Coding assistant: Google AI Studio
A very basic React/Typescript app
Built with Google AI Studio, deployed to Google Cloud Run:
React/TypeScript for Backend Engineers
Greater expectations
As helpful as coding assistants may be, using them does detract from the craftsman-like experience of coding. For the software engineer who aims to fully and deeply understand the intricacies of the code, and to implement clean, best-practice solutions, there are drawbacks.

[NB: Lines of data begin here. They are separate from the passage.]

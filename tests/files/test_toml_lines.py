"""Every key of a TOML text is found at its line, whatever else the text holds."""

import tomllib

import pytest
from hypothesis import given
from hypothesis import strategies as st

from biasband.files.toml_lines import key_lines, line_of

ODD_LAYOUT = '''\
# comment with [a.header] and key = 1
title = "a # b"   # not = here
[supply]   # a header
"voltage" = "9 V"
'quo.ted' = 1
text = """
[not.a.table]
not_a_key = 1 \\"""
"""
literal = \'\'\'
also = "not"
\'\'\'
points = [
  [1, 2],   # ] a comment
  [3, 4],
]
[[require]]
id = "a"
[require.inner]
deep.dotted . key = 1
[[ require ]]
id = "b"
[ resistors . RC ]
value = { is = "here" }
last = 1'''


def test_each_key_of_an_odd_layout_is_at_its_line():
    assert tomllib.loads(ODD_LAYOUT)  # the text is what the parser reads, too
    lines = key_lines(ODD_LAYOUT)
    # Counted by hand in the text above.
    assert lines == {
        ("title",): 2,
        ("supply",): 3,
        ("supply", "voltage"): 4,
        ("supply", "quo.ted"): 5,
        ("supply", "text"): 6,
        ("supply", "literal"): 10,
        ("supply", "points"): 13,
        ("require",): 17,
        ("require", 0): 17,
        ("require", 0, "id"): 18,
        ("require", 0, "inner"): 19,
        ("require", 0, "inner", "deep"): 20,
        ("require", 0, "inner", "deep", "dotted"): 20,
        ("require", 0, "inner", "deep", "dotted", "key"): 20,
        ("require", 1): 21,
        ("require", 1, "id"): 22,
        ("resistors",): 23,
        ("resistors", "RC"): 23,
        ("resistors", "RC", "value"): 24,
        ("resistors", "RC", "last"): 25,
    }


@pytest.mark.parametrize(
    ("path", "line"),
    [
        (("resistors", "RC", "value", "is"), 24),
        (("resistors", "RC", "missing"), 23),
        (("require", 1, "at_least"), 21),
        (("missing", "key"), None),
    ],
)
def test_missing_key_is_at_the_line_of_what_would_hold_it(path, line):
    assert line_of(key_lines(ODD_LAYOUT), path) == line


VALUES = st.sampled_from(
    [
        "1",
        '"a = b # [c]"',
        "'[x]'",
        '"""\nk = 1\n"""',
        "'''\n[t]\n'''",
        "[\n1, # ]\n[2]]",
        "{ a = [1] }",
        '"\\""',
    ]
)


@given(st.lists(st.tuples(st.booleans(), VALUES), min_size=1, max_size=12))
def test_line_of_each_key_is_where_it_was_written(entries):
    text, expected = "", {}
    table = ()
    for number, (opens_table, value) in enumerate(entries):
        if opens_table:
            table = (f"t{number}",)
            expected[table] = text.count("\n") + 1
            text += f"[t{number}] # here\n"
        expected[(*table, f"k{number}")] = text.count("\n") + 1
        text += f"k{number} = {value} # there\n"
    assert key_lines(text) == expected
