"""The report of a spread: its figures are the study's, at 80 and 120 columns, in any encoding."""

from __future__ import annotations

import math
import re
from collections.abc import Callable
from dataclasses import replace

import numpy as np
import pytest
from rich.cells import cell_len

from biasband.boards.intervals import Between
from biasband.boards.monotone import Monotone
from biasband.boards.outside import Outside
from biasband.boards.pick_freeze import Share, VarianceShares
from biasband.boards.rare import Rare
from biasband.boards.sampling import QUANTILES
from biasband.boards.variance import VarianceCauses
from biasband.circuit.operating_point import Region
from biasband.quantity import Kind, parse
from biasband.show.cause_tables import cause_tables
from biasband.show.cautions import CAUTIONS
from biasband.show.histogram import over_cells
from biasband.show.layout import lines_of
from biasband.show.report import spread_report
from biasband.show.spelling import Spelling
from biasband.show.spread_pictures import histograms
from biasband.show.spread_tables import estimate_tables
from biasband.show.table import Table
from biasband.show.yield_table import rss_passage, yield_table
from biasband.signoff.goals import read_goal
from biasband.signoff.spread_study import SpreadStudy
from biasband.variation.causes import Causes
from biasband.variation.rss import Interval
from tests.show.reviews import BOARDS, FAILING, HIVE
from tests.show.spreads import inverting, spread_of, unrequired
from tests.show.test_tables import FOUR_DIGITS, THREE_DIGITS

BATCHES = "ice_warner"
NAN = math.nan


def shown(of: SpreadStudy, width: int = 80, encoding: str = "utf-8") -> list[str]:
    return [line.plain for line in lines_of(spread_report(of), width=width, spelling=Spelling(encoding))]


def text(of: SpreadStudy) -> str:
    """The report without its lines."""
    return " ".join(line.strip() for line in shown(of, 400))


def with_regions(of: SpreadStudy, **counts: int) -> SpreadStudy:
    """The same with some scenarios in other regions."""
    regions = of.total.regions.copy()
    for name, count in counts.items():
        regions[Region[name]] += count
    return replace(of, tallies=(replace(of.total, regions=regions),))


@pytest.mark.parametrize("encoding", ["utf-8", "ascii"])
@pytest.mark.parametrize("width", [20, 60, 80, 120])
def test_report_keeps_the_width_and_the_encoding(width: int, encoding: str) -> None:
    quasi = spread_of(FAILING, "quasi-random", 2000)
    for of in (spread_of(HIVE), spread_of(FAILING), spread_of(BATCHES), quasi, inverting(), unrequired()):
        lines = shown(of, width, encoding)
        assert all(cell_len(line) <= width for line in lines)
        assert encoding == "utf-8" or ("".join(lines).isascii() and "?" not in "".join(lines))


def test_report_reads_from_the_run_over_yields_and_causes_to_the_cautions() -> None:
    lines = text(replace(spread_of(FAILING), outside=(Outside("collector_voltage", 7, 11.0, 10.0),)))
    order = [
        "Workshop intercom", "WI-001", "values: ", "Sampled", "Yield", "Boards by collector_voltage",
        "Boards by symmetric_peak_swing", "At nominal use", "Each board's lowest in use",
        "Each board's highest in use", "Causes: L-1 collector_voltage ≥ 3 V", "Beyond the draws",
        "RSS takes contributors", "Warnings", "sampled board 7 reaches 11 V, beyond the corner limit 10 V",
        CAUTIONS[0],
    ]  # fmt: skip
    positions = [lines.index(part) for part in order]
    assert positions == sorted(positions)


def test_run_says_what_was_sampled() -> None:
    assert f"{BOARDS} boards, seed 1, each solved at 5 points of use" in text(spread_of(HIVE))
    assert "plain: each board drawn at random" in text(spread_of(HIVE))
    assert "run complete" in text(spread_of(HIVE))
    # 2048 boards, 200 to a batch: ten whole ones and a part of another.
    assert "2048 boards in 11 batches" in text(spread_of(BATCHES))
    # 16 scramblings of 128 points are the next after 2000: 16 · 64 = 1024 are too few.
    quasi = text(spread_of(FAILING, "quasi-random", 2000))
    assert "16 scramblings of 2^7 points, rounded up from 2000 boards" in quasi


def test_partial_run_says_so_before_all_else() -> None:
    of = spread_of(HIVE)
    lots = replace(of, ending="interrupted", job=replace(of.job, source=replace(of.job.source, boards=10**6)))
    assert shown(lots)[0] == "PARTIAL: interrupted after 2048 of 1000000 boards"
    assert "PARTIAL" not in text(of)


def test_goal_is_named_with_what_became_of_it() -> None:
    of = replace(spread_of(HIVE), goal=read_goal("yield ± 0.1 %"), ending="good enough")
    assert "stopped when good enough: yield ± 0.1 %, after 2048 boards" in text(of)
    missed = replace(of, ending="not good enough")
    assert "GOAL NOT REACHED within 2048 boards: yield ± 0.1 %" in text(missed)
    digits = replace(of, goal=read_goal("2 digits"))
    assert "good enough: 2 digits (JCGM 101:2008, 7.9.4), after 2048 boards" in text(digits)


def test_scenarios_without_a_point_are_said_loudly() -> None:
    lines = shown(with_regions(spread_of(FAILING), UNSOLVED=3, RUNAWAY=2), 120)
    # 2048 boards at 5 points, and the five of this test.
    assert lines[0] == "THERMAL RUNAWAY: 2 of 10245 sampled scenarios ran away thermally"
    assert "INCONCLUSIVE: 3 of 10245 sampled scenarios were not solved" in lines
    assert "at least 98.000 %: INCONCLUSIVE" in text(with_regions(spread_of(FAILING), UNSOLVED=3))
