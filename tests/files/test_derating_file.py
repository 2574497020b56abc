"""A derating profile of one's own is read to its figures, or every fault in it is told at once."""

import hashlib
from pathlib import Path

import pytest
from hypothesis import HealthCheck, given, settings
from hypothesis import strategies as st

from biasband.errors import BadlyWritten
from biasband.files.derating_file import read_derating_file
from biasband.files.stage_file import read_stage
from biasband.files.stage_writer import frozen_text, write_new
from biasband.parts.derating import FACTORS, FIGURES, PROFILES, in_words
from biasband.stage import Derating, FileRecord

SAMPLE = Path(__file__).with_name("hive_microphone.toml").read_text(encoding="utf-8")
HOUSE_RULES = Path(__file__).parents[2] / "samples" / "parts" / "invented_house_rules.toml"

FULL = """
name = "our rules"
resistor_power = "60 %"
supply_voltage = 0.8
transistor_power = "100 %"
current = "900000 ppm"
emitter_base_voltage = 1
junction_margin = "30 K"
junction_ceiling = "105 degC"
[origin]
resistor_power = "our handbook, 3.2"
junction_margin = "memory"
"""


@pytest.fixture
def read(tmp_path):
    """Reads a text as a derating profile."""

    def read_text(text: str) -> Derating:
        path = tmp_path / "own.toml"
        path.write_text(text, encoding="utf-8")
        return read_derating_file(path)

    return read_text


@pytest.fixture
def faults(read):
    """Reads a text that must be refused, and returns its faults by key."""

    def faults_of(text: str):
        with pytest.raises(BadlyWritten, match=r"own\.toml:") as caught:
            read(text)
        return {fault.key: fault for fault in caught.value.faults}

    return faults_of


@pytest.fixture
def stage_with(tmp_path):
    """Reads the sample of the format with another [derating] section."""

    def read_text(section: str):
        path = tmp_path / "stage.toml"
        text = SAMPLE.replace('profile = "half-power"', section)
        assert text != SAMPLE
        path.write_text(text, encoding="utf-8")
        return read_stage(path)

    return read_text


# --- what is read ------------------------------------------------------------------------------


def test_every_figure_is_read_in_si_with_its_origin(read, tmp_path):
    found = read(FULL)
    content = (tmp_path / "own.toml").read_bytes()
    # Each figure is the one written above, turned into SI by hand: 105 °C is 378.15 K.
    assert found == Derating(
        name="our rules",
        resistor_power=0.6,
        supply_voltage=0.8,
        transistor_power=1.0,
        current=0.9,
        emitter_base_voltage=1.0,
        junction_margin=30.0,
        junction_ceiling=378.15,
        origins={"resistor_power": "our handbook, 3.2", "junction_margin": "memory"},
        file=FileRecord(path=str(tmp_path / "own.toml"), sha256=hashlib.sha256(content).hexdigest()),
    )


def test_what_is_left_out_is_not_derated_and_said(read):
    found = read('name = "few"\ncurrent = 0.5\n')
    assert all(getattr(found, factor) == 1.0 for factor in FACTORS if factor != "current")
    assert found.junction_limit(400.0) == 400.0
    assert "(origin not stated); not derated: resistor power, supply," in in_words(found)


def test_profile_that_limits_nothing_says_so(read):
    assert in_words(read('name = "empty"')).endswith("no derating applied.")


def test_origin_of_a_figure_may_be_left_empty(read):
    assert read('name = "few"\ncurrent = 0.5\n[origin]\ncurrent = ""\n').origins == {}


@settings(max_examples=50, deadline=None, suppress_health_check=[HealthCheck.function_scoped_fixture])
@given(st.sampled_from(sorted(FACTORS)), st.floats(1e-6, 1.0))
def test_any_share_up_to_one_is_read_as_written(read, factor, share):
    assert getattr(read(f'name = "one"\n{factor} = {share!r}\n'), factor) == share


# --- what is refused ---------------------------------------------------------------------------


@pytest.mark.parametrize("factor", FACTORS)
@pytest.mark.parametrize("written", ["0", "-0.1", '"-5 %"', "1.0000001", "75", '"101 %"', "0.0"])
def test_factor_outside_its_range_is_refused(faults, factor, written):
    fault = faults(f'name = "x"\n{factor} = {written}\n')[factor]
    assert fault.line == 2
    assert fault.problem == "not above 0 % and at most 100 %"


@pytest.mark.parametrize("written", ["nan", "inf", "-inf", '"nan"', "true", "[]", '"half"', '""'])
@pytest.mark.parametrize("key", FIGURES)
def test_figure_that_is_no_number_is_refused(faults, key, written):
    assert faults(f'name = "x"\n{key} = {written}\n')[key].line == 2


@pytest.mark.parametrize(
    ("key", "written"),
    [
        ("junction_ceiling", "110"),  # 110 K: a forgotten unit
        ("junction_ceiling", '"110 K"'),
        ("junction_ceiling", '"251 degC"'),
        ("junction_ceiling", '"40 mV"'),
        ("junction_margin", '"-1 K"'),
        ("junction_margin", '"200 K"'),
        ("junction_margin", '"40 degC"'),
    ],
)
def test_junction_figure_that_makes_no_sense_is_refused(faults, key, written):
    assert faults(f'name = "x"\n{key} = {written}\n').keys() == {key}


@pytest.mark.parametrize("key", ("name", *FIGURES))
def test_key_one_letter_off_is_told_with_the_right_one(faults, key):
    wrong = key[:-2] + key[-1]
    found = faults(f'name = "x"\n{wrong} = 0.5\n')
    assert found[wrong].problem == "unknown key"
    assert found[wrong].hint == f'did you mean "{key}"?'
    assert found[wrong].line == 2


def test_origin_one_letter_off_is_told_with_the_right_one(faults):
    found = faults('name = "x"\ncurrent = 0.5\n[origin]\ncurent = "memory"\n')
    assert found["origin.curent"].hint == 'did you mean "current"?'
    assert "name" not in found["origin.curent"].allowed


def test_origin_of_a_figure_that_is_not_there_is_refused(faults):
    found = faults('name = "x"\n[origin]\ncurrent = "memory"\n')
    assert '"current" is not given' in found["origin.current"].problem
    assert found["origin.current"].line == 3


def test_origins_that_are_no_table_are_refused(faults):
    assert faults('name = "x"\norigin = "memory"\n')["origin"].problem == "not a table"


@pytest.mark.parametrize("name", [*PROFILES, " full "])
def test_name_of_a_profile_of_biasband_is_refused(faults, name):
    assert "is one of biasband's own profiles" in faults(f'name = "{name}"\ncurrent = 0.5\n')["name"].problem


@pytest.mark.parametrize("name", ["", "  "])
def test_empty_name_is_refused(faults, name):
    assert faults(f'name = "{name}"\ncurrent = 0.5\n')["name"].problem == "an empty name"


def test_name_must_be_there(faults):
    fault = faults("current = 0.5\n")["name"]
    assert (fault.problem, fault.line) == ("missing", 1)


@pytest.mark.parametrize("text", ["", "\n\n", "# nothing but a comment\n"])
def test_empty_file_is_refused_and_told_what_belongs_there(faults, text):
    fault = faults(text)[""]
    assert (fault.problem, fault.line) == ("an empty file", 1)
    assert "resistor_power" in fault.allowed


def test_every_fault_is_told_at_once_with_its_line(faults):
    text = 'nam = "x"\ncurrent = 0\nsupply_voltage = nan\n[origin]\ncurrent = 5\n'
    found = faults(text)
    assert {key: fault.line for key, fault in found.items()} == {
        "name": 1, "nam": 1, "current": 2, "supply_voltage": 3, "origin.current": 5,
    }  # fmt: skip


@settings(max_examples=100, deadline=None, suppress_health_check=[HealthCheck.function_scoped_fixture])
@given(st.text(max_size=60))
def test_no_text_gives_a_traceback(tmp_path, text):
    path = tmp_path / "own.toml"
    path.write_bytes(text.encode("utf-8", "surrogatepass"))
    try:
        read_derating_file(path)
    except BadlyWritten as error:
        assert all(fault.problem for fault in error.faults)


# --- in a stage --------------------------------------------------------------------------------


def test_stage_holds_the_profile_that_its_file_names_and_lists_the_file(stage_with, tmp_path):
    (tmp_path / "rules").mkdir()
    (tmp_path / "rules" / "own.toml").write_text(FULL, encoding="utf-8")
    stage = stage_with('file = "rules/own.toml"')
    assert stage.derating.name == "our rules"
    assert stage.derating.current == 0.9
    assert [Path(file.path).name for file in stage.files] == ["stage.toml", "own.toml"]
    assert stage.files[1] == stage.derating.file


def test_profile_of_biasband_adds_no_file(stage_with):
    stage = stage_with('profile = "stringent"')
    assert stage.derating is PROFILES["stringent"]
    assert [Path(file.path).name for file in stage.files] == ["stage.toml"]


@pytest.mark.parametrize(
    ("section", "key", "problem"),
    [
        ('file = "gone.toml"', "derating.file", "no such file"),
        ('file = "."', "derating.file", "a directory, not a file"),
        ("file = 5", "derating.file", "not a text"),
        ('fil = "own.toml"', "derating.fil", "unknown key"),
        ("", "derating.profile", "missing"),
    ],
)
def test_section_that_leads_nowhere_is_told_in_the_stage_file(stage_with, section, key, problem):
    with pytest.raises(BadlyWritten, match="derating") as caught:
        stage_with(section)
    found = {fault.key: fault for fault in caught.value.faults}
    assert found[key].problem == problem
    assert found[key].file.endswith("stage.toml")


def test_profile_and_file_together_are_refused_and_the_file_s_own_faults_told_too(stage_with, tmp_path):
    (tmp_path / "own.toml").write_text('name = "x"\ncurrent = 2\n', encoding="utf-8")
    with pytest.raises(BadlyWritten, match='given beside "profile"; allowed: one of the two') as caught:
        stage_with('file = "own.toml"\nprofile = "full"')
    places = [(Path(fault.file).name, fault.key) for fault in caught.value.faults]
    assert places == [("stage.toml", "derating.file"), ("own.toml", "current")]


@pytest.mark.parametrize("folder", ["elsewhere", "elsewhere/deep", "rules", "."])
def test_profile_is_found_from_another_folder(stage_with, tmp_path, folder):
    (tmp_path / "rules").mkdir()
    (tmp_path / "rules" / "own.toml").write_text(FULL, encoding="utf-8")
    before = stage_with('file = "rules/own.toml"').derating
    new = tmp_path / folder / "new.toml"
    new.parent.mkdir(parents=True, exist_ok=True)
    write_new(new, frozen_text(tmp_path / "stage.toml", {"RC": "3.6 kΩ"}, new_path=new))
    after = read_stage(new).derating
    assert after.file is not None and before.file is not None
    assert after.file.sha256 == before.file.sha256
    assert (after.name, after.current, after.origins) == (before.name, before.current, before.origins)


def test_example_is_read_says_that_it_is_invented_and_gives_every_origin():
    found = read_derating_file(HOUSE_RULES)
    # The figures written in the file; it leaves the collector current alone.
    assert (found.resistor_power, found.supply_voltage, found.transistor_power) == (0.6, 0.8, 0.7)
    assert (found.current, found.emitter_base_voltage, found.junction_margin) == (1.0, 0.75, 30.0)
    assert found.junction_ceiling == pytest.approx(378.15, abs=1e-9)  # rounding of 105 °C + 273.15
    assert "invented" in found.name
    words = in_words(found)
    assert words.endswith("not derated: collector current.")
    assert "emitter-base voltage at most 75 % of its limit (memory)" in words
    assert "origin not stated" not in words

Like high quality writing, code benefits from an iterative approach — including, ideally, input from an editor. That process is likely to reveal possibilities for improvement which ought to be thoughtfully considered for not only their benefits, but for the broader impacts of implementation. With LLMs, that process seems to play out a little differently…
It’s been noted by others that successive iteration on a more complex challenge in a large code base can lead to LLM responses that seem disconnected from prior stages, even ignoring or overruling stated requirements and constraints. (Recent study on this phenomenon, and Alberto Fortin’s take — After months of coding with LLMs, I'm going back to using my brain.) As an example, while building my artist-guessing-game app, the LLM received explicit instructions detailing the method by which to reveal the artwork. A few iterations in, the visual reveal method had deteriorated until it no longer worked at all, despite not being referenced in the iteration conversation.
Inspecting the AI-generated code as a good book editor might — with attention not only to every detail, but to the style and purpose of the work — is one approach, though unlikely to resolve the issue of each reasoning iteration ultimately having insufficient context. Another difficultly in taking on such an editorial role is that the LLM’s approach isn’t necessarily consistent across iterations.
Using an AI coding tool has some similarities to pair programming. Over time, human programmers develop a sense of their pair’s context, and anticipate input to some degree. The two contexts merge, creating a new context with its own scope. Although LLMs excel at adopting a conversational style that feels engaging and friendly, they don’t actually adopt a shared context, and their scope remains an extremely broad training set. The focus and boundaries that naturally arise with a familiar colleague don’t seem to emerge in the context of collaborating with an LLM.
Numerous write-ups of how to work effectively with AI coding assistants are available - here’s one, and here’s Terraform/Ghostty’s Mitchell Hashimoto sharing how he uses AI when coding. An interesting tactic is to show the AI what good code looks like, per your needs and codebase. Birgitta Böckeler shared the full details of using a coding agent for a relatively simple frontend task, and discusses her broader learnings in the Pragmatic Engineer newsletter.
Postscript
To be clear, I’m referring to working on new (toy) apps or scoped tasks. As a counterpoint, Jess Frazelle of Zoo noted that, using Graphite, their coding assistant learned both Zoo’s custom programming language and mechanical engineering principles. Such domain-tuned performance requires significant domain-specific context, though, putting some brackets around the set of use cases where AI coding tools (currently) do their best work.
Going back to the point about reviewing the details of LLM-generated code as an editor might — the overhead of gauging where the LLM is going with its solution on each pass is significant for anything other than the simplest tasks. That’s one key con. The main pro is that its responses are fast. Do those things balance out? Possibly.
A more subtle con, though, is that it becomes tempting to replace careful review with the move-fast-break-things approach: hope for the best, accept the LLM’s code, and feed error messages back to the LLM to resolve successively. Although… whether that’s a con may not be so cut and dry. After all, vibe coding is a thing.